REQUIRED WORK: Please copy out every line in the entries that includes the word "newHoursSchema".

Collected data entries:
===

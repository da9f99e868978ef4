/** The text with its minus signs tied to the amounts that they belong to, so that no line ends between the two. */
export function unbroken(text: string): string {
  return text.replace(/−(?=\p{Sc})/gu, '−\u2060');
}
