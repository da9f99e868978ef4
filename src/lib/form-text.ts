import { z } from 'zod';
import { daySchema } from '#shared/fields.ts';

/** Fields of a form hold text; these turn an empty one into null, as contracts want it. */
export const optionalText = z.string().transform((text) => text.trim() || null);

/** A chosen id, or null for nothing. */
export const optionalPick = z.string().transform((id) => id || null);

/** A day, or null for an empty field; said at its field together with the faults of the others. */
export const optionalDay = z.string().transform((text, context) => {
  if (text === '') return null;
  const day = daySchema.safeParse(text);
  if (day.success) return day.data;
  for (const { message } of day.error.issues) context.addIssue({ code: 'custom', message });
  return z.NEVER;
});

/** A whole number typed, or null. */
export const optionalCount = z.string().transform((text, context) => {
  const typed = text.replace(/[\s,.']/g, '');
  if (typed === '') return null;
  if (/^\d+$/.test(typed)) return Number(typed);
  context.addIssue({ code: 'custom', message: `“${text}” is not a whole number.` });
  return z.NEVER;
});

/** The last step of a form's schema: what the fields became must be what the contract takes; faults keep their field. */
export function into<S extends z.ZodType>(contract: S) {
  return (fields: unknown, context: z.core.$RefinementCtx): z.output<S> => {
    const parsed = contract.safeParse(fields);
    if (parsed.success) return parsed.data;
    for (const { path, message } of parsed.error.issues)
      context.issues.push({ code: 'custom', message, path, input: fields });
    return z.NEVER;
  };
}
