import { useMutation, useQuery } from '@tanstack/react-query';
import { type FormEvent, useState } from 'react';
import type { OwnHours } from '#shared/contracts/hours.ts';
import { hoursToText, parseHours } from '../../lib/hours-text.ts';
import { Button } from '../../ui/button.tsx';
import { Dialog, DialogActions } from '../../ui/dialog.tsx';
import { useFormatter } from '../../ui/formatter-context.tsx';
import { EmptyState, ErrorState, LoadingState } from '../../ui/states.tsx';
import { TextField } from '../../ui/text-field.tsx';
import { notify } from '../../ui/toast.tsx';
import { VoidDialog } from '../../ui/void-dialog.tsx';
import { useOwnHoursWrites } from './mutations.ts';
import { ownHoursQuery } from './queries.ts';

/** How many stand there before older ones are asked for. */
const FIRST = 8;

/** A person's own latest hours; those logged today can be changed or voided. */
export function OwnHoursList() {
  const format = useFormatter();
  const hours = useQuery(ownHoursQuery());
  const [open, setOpen] = useState<{ kind: 'change' | 'void'; row: OwnHours } | null>(null);
  const [isWhole, setWhole] = useState(false);
  if (hours.isPending) return <LoadingState label="Loading your hours" lines={3} />;
  if (hours.isError) return <ErrorState error={hours.error} onRetry={() => void hours.refetch()} />;
  if (hours.data.length === 0)
    return <EmptyState title="Your hours will stand here">Log the first ones above.</EmptyState>;
  return (
    <>
      <ul className="grid">
        {(isWhole ? hours.data : hours.data.slice(0, FIRST)).map((row) => (
          <li key={row.id} className="own-hours">
            <span className="min-w-0">
              <span className="font-[640]">
                {row.rebuildTag}
                {row.task && ` · ${row.task}`}
              </span>
              <span className="block text-soft">{row.workedOn ? format.day(row.workedOn) : 'no day'}</span>
            </span>
            <span className="flex items-center gap-2">
              <span className="text-lead font-[660] tabular-nums">{format.hours(row.seconds)} h</span>
              {row.canChange && (
                <>
                  <Button onClick={() => setOpen({ kind: 'change', row })} className="touch">
                    Change
                  </Button>
                  <Button onClick={() => setOpen({ kind: 'void', row })} className="touch">
                    Void
                  </Button>
                </>
              )}
            </span>
          </li>
        ))}
      </ul>
      {!isWhole && hours.data.length > FIRST && (
        <Button className="touch justify-self-start" onClick={() => setWhole(true)}>
          Show older ones
        </Button>
      )}
      {open?.kind === 'change' && <ChangeLength row={open.row} onClose={() => setOpen(null)} />}
      {open?.kind === 'void' && <VoidOwn row={open.row} onClose={() => setOpen(null)} />}
    </>
  );
}

function ChangeLength({ row, onClose }: { row: OwnHours; onClose: () => void }) {
  const { changeMine } = useOwnHoursWrites();
  const [text, setText] = useState(hoursToText(row.seconds));
  const [fault, setFault] = useState<string>();
  const { mutate, isPending, error } = useMutation({
    mutationFn: (seconds: number) => changeMine(row, { seconds }),
    onSuccess: () => {
      notify('Hours changed');
      onClose();
    },
  });
  const onSubmit = (event: FormEvent) => {
    event.preventDefault();
    const seconds = parseHours(text);
    setFault(seconds ? undefined : 'Type how long: 3.5 or 3:30.');
    if (seconds) mutate(seconds);
  };
  return (
    <Dialog open onClose={onClose} title={`Hours on ${row.rebuildTag}`}>
      <form onSubmit={onSubmit} noValidate className="grid gap-4">
        <TextField
          label="How long"
          className="tall-field"
          value={text}
          inputMode="decimal"
          onChange={(event) => setText(event.target.value)}
          error={fault ?? error?.message}
        />
        <DialogActions>
          <Button kind="main" size="large" type="submit" busy={isPending}>
            Save
          </Button>
          <Button size="large" onClick={onClose}>
            Cancel
          </Button>
        </DialogActions>
      </form>
    </Dialog>
  );
}

function VoidOwn({ row, onClose }: { row: OwnHours; onClose: () => void }) {
  const { voidMine } = useOwnHoursWrites();
  const { mutate, isPending, error } = useMutation({
    mutationFn: (reason: string) => voidMine(row, reason),
    onSuccess: () => {
      notify('Hours void');
      onClose();
    },
  });
  return (
    <VoidDialog
      what={`your hours on ${row.rebuildTag}`}
      busy={isPending}
      error={error?.message}
      onVoid={mutate}
      onClose={onClose}
    />
  );
}
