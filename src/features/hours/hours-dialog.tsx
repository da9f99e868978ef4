import { zodResolver } from '@hookform/resolvers/zod';
import { useForm } from 'react-hook-form';
import type { z } from 'zod';
import type { newHoursSchema } from '#shared/contracts/hours.ts';
import { applyProblem } from '../../lib/apply-problem.ts';
import { Button } from '../../ui/button.tsx';
import { Dialog, DialogActions } from '../../ui/dialog.tsx';
import { ErrorSummary } from '../../ui/error-summary.tsx';
import { FormPick } from '../../ui/form-fields.tsx';
import type { PickOption } from '../../ui/pick-field.tsx';
import { DayField, type Option, SelectField, TextField } from '../../ui/text-field.tsx';
import { type HoursForm, hoursFormSchema } from './hours-form.ts';

type Props = {
  title: string;
  start: HoursForm;
  rebuilds: readonly PickOption[];
  workers: readonly Option[];
  onSave: (body: z.output<typeof newHoursSchema>) => Promise<void>;
  onClose: () => void;
};

const PAID = [
  { value: 'no', label: 'Own hours, unpaid' },
  { value: 'yes', label: 'Paid: the wage is in the costs' },
];

/** Every field of one row of hours. */
export function HoursDialog({ title, start, rebuilds, workers, onSave, onClose }: Props) {
  const form = useForm({ defaultValues: start, resolver: zodResolver(hoursFormSchema) });
  const { register, control, formState } = form;
  const { errors } = formState;
  const onSubmit = form.handleSubmit(async (body) => {
    try {
      await onSave(body);
    } catch (problem) {
      applyProblem(form, problem);
    }
  });
  return (
    <Dialog open onClose={onClose} title={title}>
      <form onSubmit={(event) => void onSubmit(event)} noValidate className="grid gap-4">
        <div className="grid gap-4 sm:grid-cols-2">
          <FormPick control={control} name="rebuildId" label="Rebuild" options={rebuilds} />
          <SelectField
            label="Who"
            {...register('workerId')}
            options={workers}
            none="Not said"
            error={errors.workerId?.message}
          />
          <DayField label="Day" {...register('workedOn')} error={errors.workedOn?.message} />
          <TextField label="Hours" {...register('seconds')} error={errors.seconds?.message} inputMode="decimal" />
          <TextField label="Doing what" {...register('task')} error={errors.task?.message} />
          <SelectField
            label="Paid"
            {...register('isPaid')}
            options={PAID}
            none="As this person is"
            error={errors.isPaid?.message}
          />
        </div>
        <ErrorSummary message={errors.root?.['server']?.message} />
        <DialogActions>
          <Button kind="main" type="submit" busy={formState.isSubmitting}>
            Save
          </Button>
          <Button onClick={onClose}>Cancel</Button>
        </DialogActions>
      </form>
    </Dialog>
  );
}
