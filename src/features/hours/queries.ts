import { infiniteQueryOptions, keepPreviousData, queryOptions } from '@tanstack/react-query';
import { type HoursQuery, hoursApi } from '#shared/contracts/hours.ts';
import { call } from '../../lib/api.ts';

/** Hours that match a filter, page by page; the first page carries the sums. */
export const hoursQuery = (filters: HoursQuery) =>
  infiniteQueryOptions({
    queryKey: ['hours', filters],
    queryFn: ({ pageParam, signal }) =>
      call(hoursApi.list, { query: { ...filters, ...(pageParam ? { cursor: pageParam } : {}) }, signal }),
    initialPageParam: null as string | null,
    getNextPageParam: (page) => page.next,
    placeholderData: keepPreviousData,
  });

/** Open rebuilds with their hours. */
export const boardQuery = () =>
  queryOptions({ queryKey: ['board'], queryFn: ({ signal }) => call(hoursApi.board, { signal }) });

/** The person's own latest hours. */
export const ownHoursQuery = () =>
  queryOptions({ queryKey: ['own-hours'], queryFn: ({ signal }) => call(hoursApi.mine, { signal }) });
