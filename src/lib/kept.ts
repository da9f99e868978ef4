/**
 * What this browser keeps for use without signal: plain data under a name, gone when its person signs out. Names of one
 * person in one shop begin with `mine(session)`. What is read back may be old or damaged: parse it.
 */
const OURS = 'panelgap.';

/** Where the last person's session is kept, so that a page opens without signal. */
export const KEPT_SESSION = 'session';

/** The beginning of all names of one person in one shop. */
export function mine({ user, shop }: { user: { id: string }; shop: { id: string } }): string {
  return `${user.id}.${shop.id}.`;
}

/** Keeps a value; false when the browser refuses, being full or closed to us. */
export function keep(name: string, value: unknown): boolean {
  try {
    localStorage.setItem(OURS + name, JSON.stringify(value));
    return true;
  } catch {
    return false;
  }
}

/** What was kept under a name; null when there is nothing that can be read. */
export function kept(name: string): unknown {
  try {
    return JSON.parse(localStorage.getItem(OURS + name) ?? 'null');
  } catch {
    return null;
  }
}

export function drop(name: string): void {
  try {
    localStorage.removeItem(OURS + name);
  } catch {
    // Closed to us: then nothing was kept either.
  }
}

/** Names that begin so, in no order. */
export function keptNames(beginning: string): string[] {
  try {
    return Object.keys(localStorage)
      .filter((key) => key.startsWith(OURS + beginning))
      .map((key) => key.slice(OURS.length));
  } catch {
    return [];
  }
}

/** Forgets all that was kept for a person, in every shop. */
export function forgetPerson(userId: string): void {
  for (const name of [KEPT_SESSION, ...keptNames(`${userId}.`)]) drop(name);
}
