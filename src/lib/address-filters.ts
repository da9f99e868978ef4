import { useMemo } from 'react';
import { useSearchParams } from 'react-router-dom';
import type { z } from 'zod';

/** Filters and sorting as the address holds them, so that a page can be bookmarked and sent. */
export function useAddressFilters<S extends z.ZodObject>(
  schema: S,
): { filters: z.output<S>; set: (change: Readonly<Record<string, string | null>>) => void; isFiltered: boolean } {
  const [search, setSearch] = useSearchParams();
  const text = search.toString();
  const filters = useMemo(() => readFilters(schema, new URLSearchParams(text)), [schema, text]);
  const set = (change: Readonly<Record<string, string | null>>) =>
    setSearch(
      (before) => {
        const after = new URLSearchParams(before);
        for (const [name, value] of Object.entries(change)) {
          if (value) after.set(name, value);
          else after.delete(name);
        }
        return after;
      },
      { replace: true },
    );
  const isFiltered = Object.keys(filters).some((name) => name !== 'sort' && name !== 'order');
  return { filters, set, isFiltered };
}

/** What of an address the schema takes, one name at a time: an old or mistyped filter is left out, not an error. */
export function readFilters<S extends z.ZodObject>(schema: S, search: URLSearchParams): z.output<S> {
  const found: Record<string, unknown> = {};
  for (const [name, part] of Object.entries(schema.shape)) {
    const value = search.get(name);
    const parsed = value === null || name === 'cursor' ? null : (part as z.ZodType).safeParse(value);
    if (parsed?.success) found[name] = parsed.data;
  }
  return found as z.output<S>;
}
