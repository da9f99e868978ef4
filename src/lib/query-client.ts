import { QueryClient } from '@tanstack/react-query';
import { ApiProblem } from './api-problem.ts';

/** Only what may pass by itself is tried again: no reply at all, or a server that is away. Never a refusal. */
export function mayRetry(failures: number, error: unknown): boolean {
  const passing = error instanceof ApiProblem && (error.status === 0 || error.status >= 500);
  return passing && failures < 2;
}

/**
 * The cache of server data. Answers stay fresh for half a minute; every save invalidates what it changed. Without signal
 * everything is tried all the same, so that a page says what is wrong, or uses what it kept, and never waits in silence.
 */
export function createQueryClient(): QueryClient {
  const networkMode = 'always';
  return new QueryClient({
    defaultOptions: {
      queries: { retry: mayRetry, staleTime: 30_000, networkMode, refetchOnReconnect: true },
      mutations: { retry: false, networkMode },
    },
  });
}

===

YOUR SOLUTION:
import type { newHoursSchema } from '#shared/contracts/hours.ts';
  onSave: (body: z.output<typeof newHoursSchema>) => Promise<void>;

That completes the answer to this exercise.